Fail Fast, Fail Loudly
The further a failure travels from its origin, the harder it becomes to diagnose. Two corollaries:
- Detect close to the cause. Validate at the boundary, assert invariants where they hold, check returned values at the call site.
- Make failures visible. A logged warning with no actionable signal is barely better than a silent failure. Use error rates, alerts, and structured logs that route to humans who can respond.
Silent recovery in the wrong place is the most expensive form of error handling, because the failure surfaces somewhere with no remaining context.
Resource Cleanup
Errors complicate resource management. Use the language's structured cleanup primitives, not manual try/finally ladders, when available:
with(Python),using(C#, Swift),try-with-resources(Java).- RAII destructors (C++, Rust).
defer(Go).await using(modern JavaScript).
The goal is that cleanup happens regardless of whether the body succeeded, returned early, or threw. Manual cleanup ladders are error-prone and routinely forgotten on the failure path.
Logging
Logs are part of the error-handling strategy, not a separate concern.
- Log at the layer that handles the error, not at every layer that propagates it. Duplicate logs make incident triage harder.
- Include enough structured context (IDs, inputs, request metadata) to reconstruct the failure without reproducing it.
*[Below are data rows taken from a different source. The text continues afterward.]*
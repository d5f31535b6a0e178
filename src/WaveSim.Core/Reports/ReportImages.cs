namespace WaveSim.Core.Reports;

/// <summary>Sizes of the pictures embedded in the report, in pixels.</summary>
public static class ReportImages
{
    /// <summary>Waveform plot width.</summary>
    public const int WaveformWidth = 1100;
    /// <summary>Waveform plot height.</summary>
    public const int WaveformHeight = 550;
    /// <summary>Space-time map width.</summary>
    public const int SpaceTimeWidth = 1000;
    /// <summary>Space-time map height.</summary>
    public const int SpaceTimeHeight = 700;
    /// <summary>Eye diagram width.</summary>
    public const int EyeWidth = 900;
    /// <summary>Eye diagram height.</summary>
    public const int EyeHeight = 600;
    /// <summary>Termination overlay width.</summary>
    public const int TerminationsWidth = 1100;
    /// <summary>Termination overlay height.</summary>
    public const int TerminationsHeight = 600;

    /// <summary>A PNG as a data URI ("data:image/png;base64,...") so the page needs no other file.</summary>
    public static string DataUri(byte[] png) => "data:image/png;base64," + Convert.ToBase64String(png);
}
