using WaveSim.Core.Analysis;
using WaveSim.Core.Output;
using WaveSim.Core.Solver;
using WaveSim.Core.Terminations;

namespace WaveSim.Core.Reports;

/// <summary>Everything the HTML report shows.</summary>
/// <param name="Result">The simulated run.</param>
/// <param name="ScenarioText">The scenario file's text, shown verbatim (escaped).</param>
/// <param name="Figures">Signal figures per probe (<see cref="RunSummary.Figures"/>).</param>
/// <param name="Eyes">Eye diagrams (<see cref="RunEyes.Compute"/>); empty unless the source is a bit pattern.</param>
/// <param name="Terminations">The termination comparison, or null to leave that section out.</param>
public sealed record ReportInput(SimulationResult Result, string ScenarioText, IReadOnlyList<(ProbeTrace Probe, SignalFigures Figures)> Figures,
    IReadOnlyList<ProbeEye> Eyes, TerminationStudyResult? Terminations)
{
    /// <summary>The limits the receivers are judged against (the defaults of <c>terminations</c> unless given).</summary>
    public VerdictLimits Limits { get; init; } = new();

    /// <summary>Computes the figures and eyes of <paramref name="result"/> with the given settling band.</summary>
    public static ReportInput For(SimulationResult result, string scenarioText, double settleBand = SignalQualityOptions.DefaultSettleBand,
        TerminationStudyResult? terminations = null) =>
        new(result, scenarioText, RunSummary.Figures(result, settleBand), RunEyes.Compute(result), terminations)
        {
            Limits = terminations?.Options.Limits ?? new VerdictLimits { SettleBand = settleBand },
        };
}
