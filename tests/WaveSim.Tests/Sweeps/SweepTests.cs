using System.Globalization;
using System.Text.Json;
using WaveSim.Core;
using WaveSim.Core.Sweeps;
using WaveSim.Core.Units;

namespace WaveSim.Tests.Sweeps;

/// <summary>The sweep engine and the `sweep` command.</summary>
public class SweepTests
{
    // A 10 ohm driver on 1 ns of 50 ohm line: every load but Z0 reflects and bounces off the strong driver.
    internal const string Net = @"title: sweep test
source: { waveform: step, low: 0 V, high: 1 V, rise: 100 ps, delay: 0.5 ns, resistance: 10 ohm }
line:
  - segment: { length: 200 mm, z0: 50 ohm, delay: 5 ns/m }
load: { r: 100 ohm }
probes:
  - { name: drv, at: source }
  - { name: rx, at: load }
simulation: { duration: 15 ns, resolution: 10 }
";

    [Theory]
    [InlineData("load.r=10ohm..200ohm:20", 20, 10.0, 200.0, 20.0)]
    [InlineData("load.r=10..200 ohm:20", 20, 10.0, 200.0, 20.0)]
    [InlineData("load.c=1pF,2pF,5pF", 3, 1e-12, 5e-12, 2e-12)]
    [InlineData("load.c=1,2,5 pF", 3, 1e-12, 5e-12, 2e-12)]
    [InlineData("load.r=10..1000 ohm:3:log", 3, 10.0, 1000.0, 100.0)]
    public void Ranges_and_lists_read_into_SI_values(string text, int count, double first, double last, double second)
    {
        // Arithmetic of the range syntax itself (no outside source needed): linear steps (stop − start)/(count − 1), log steps by equal ratios.
        var a = SweepAxis.Parse(text);
        Assert.Equal(count, a.Values.Count);
        Assert.Equal(first, a.Values[0], first * 1e-12);
        Assert.Equal(last, a.Values[^1], last * 1e-12);
        Assert.Equal(second, a.Values[1], second * 1e-9);
    }

    [Theory]
    [InlineData("load.r", "expected KEY=RANGE")]
    [InlineData("load.r=10ohm..2pF:5", "capacitance")]
    [InlineData("load.r=10..200 ohm:1", "count")]
    [InlineData("load.r=0..200 ohm:5:log", "greater than zero")]
    public void Malformed_ranges_are_one_line_errors(string text, string fragment)
    {
        var ex = Assert.ThrowsAny<InputException>(() => SweepAxis.Parse(text));
        Assert.Contains(fragment, ex.Message);
        Assert.DoesNotContain('\n', ex.Message);
    }

    [Fact]
    public void Sweep_of_the_load_resistor_finds_the_shortest_settling_at_Z0()
    {
        // Pozar, Microwave Engineering, 4th ed., eq. 2.35: Γ = (ZL − Z0)/(ZL + Z0) vanishes at ZL = Z0, so the matched
        // load takes the first arrival and nothing bounces back off the 10 ohm driver; any other load rings.
        using var cli = new CliRunner();
        string file = cli.Write("net.yaml", Net);
        string outDir = Path.Combine(cli.Dir, "out");
        var (code, stdout, err) = CliRunner.Run("sweep", file, "--vary", "load.r=10..200 ohm:20", "--goal", "min:rx.settling",
            "--limit", "rx.overshoot<10%", "--out", outDir, "--json");
        Assert.True(code == 0, err);
        var lines = File.ReadAllLines(Path.Combine(outDir, "sweep.csv"));
        Assert.Equal(21, lines.Length); // header + one row per point
        var header = lines[0].Split(',');
        Assert.Equal("load.r", header[0]);
        int col = Array.IndexOf(header, "rx.settling_s");
        Assert.True(col > 0);
        var rows = lines.Skip(1).Select(l => l.Split(',')).ToArray();
        var best = rows.MinBy(r => double.Parse(r[col], CultureInfo.InvariantCulture))!;
        double bestR = double.Parse(best[0], CultureInfo.InvariantCulture);
        Assert.InRange(bestR, 40 - 1e-9, 60 + 1e-9); // within one grid point (10 ohm) of Z0 = 50 ohm
        var json = JsonDocument.Parse(stdout).RootElement;
        Assert.InRange(json.GetProperty("best").GetProperty("values").GetProperty("load.r").GetDouble(), 40 - 1e-9, 60 + 1e-9);
        Assert.True(File.Exists(Path.Combine(outDir, "sweep_overshoot.png")));
        Assert.True(File.Exists(Path.Combine(outDir, "sweep_settling.png")));
    }

    [Theory]
    [InlineData("loud.r=10..200 ohm:20", "loud")]
    [InlineData("load.r=1pF..5pF:3", "capacitance")]
    [InlineData("line[3].segment.z0=40..60 ohm:3", "no item [3]")]
    public void A_missing_key_or_a_wrong_unit_fails_before_anything_runs(string vary, string fragment)
    {
        using var cli = new CliRunner();
        string file = cli.Write("net.yaml", Net);
        string outDir = Path.Combine(cli.Dir, "out");
        var (code, stdout, err) = CliRunner.Run("sweep", file, "--vary", vary, "--out", outDir);
        Assert.Equal(2, code);
        Assert.Equal("", stdout);
        Assert.Single(err.TrimEnd().Split('\n'));
        Assert.StartsWith("error: ", err);
        Assert.Contains(fragment, err);
        Assert.Equal([file], Directory.GetFileSystemEntries(cli.Dir)); // no output folder, no staging folder
    }

    [Fact]
    public void Limits_and_goals_read_their_units()
    {
        // Unit reading only (SI conversions, no outside source needed).
        string[] probes = ["drv", "rx"];
        var l = SweepLimit.Parse("rx.overshoot<10%", probes);
        Assert.Equal("overshoot_pct", l.Target.Figure);
        Assert.Equal(10, l.Bound, 1e-12);
        Assert.True(l.IsMet(9.9));
        Assert.False(l.IsMet(null));
        Assert.Equal(5e-9, SweepLimit.Parse("rx.settling<=5ns", probes).Bound, 1e-21);
        Assert.True(SweepGoal.Parse("max:drv.noise_margin_high", probes).Maximise);
        Assert.Throws<InputException>(() => SweepGoal.Parse("min:tx.settling", probes));
        Assert.Throws<InputException>(() => SweepLimit.Parse("rx.settling<5V", probes));
    }
}
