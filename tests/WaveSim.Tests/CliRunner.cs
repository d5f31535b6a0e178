using System.CommandLine;
using WaveSim.Cli;

namespace WaveSim.Tests;

/// <summary>Runs the command line in-process inside a fresh temporary folder (deleted on dispose).</summary>
internal sealed class CliRunner : IDisposable
{
    public CliRunner() => Dir = Directory.CreateDirectory(Path.Combine(Path.GetTempPath(), "wavesim-tests-" + Guid.NewGuid().ToString("N"))).FullName;

    /// <summary>The temporary folder.</summary>
    public string Dir { get; }

    /// <summary>A path inside the folder.</summary>
    public string PathOf(string name) => Path.Combine(Dir, name);

    /// <summary>Writes a file into the folder and returns its path.</summary>
    public string Write(string name, string text)
    {
        string p = Path.Combine(Dir, name);
        File.WriteAllText(p, text);
        return p;
    }

    /// <summary>Runs wavesim with the arguments; returns the exit code, stdout and stderr.</summary>
    public static (int Code, string Out, string Err) Run(params string[] args)
    {
        var o = new StringWriter();
        var e = new StringWriter();
        int code = Program.BuildRoot().Parse(args).Invoke(new InvocationConfiguration { Output = o, Error = e });
        return (code, o.ToString(), e.ToString());
    }

    public void Dispose()
    {
        try { Directory.Delete(Dir, recursive: true); } catch (IOException) { }
    }
}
- Distinguish severity meaningfully:
errorshould be actionable;warnshould be unusual but tolerable;infoshould describe normal operation.
Pre-Commit Checklist
- Are expected failures separated from programming errors in the API?
- Is validation done at the trust boundary, not scattered throughout?
- Are assertions used for invariants, not for input validation?
- Is every catch block doing something meaningful — recover, transform, log with context, or rethrow?
- Is the recovery strategy (halt vs. degrade) explicit and appropriate for this module?
- Will the failure be visible to someone who can act on it?
- Are resources cleaned up on every path, including the failure path?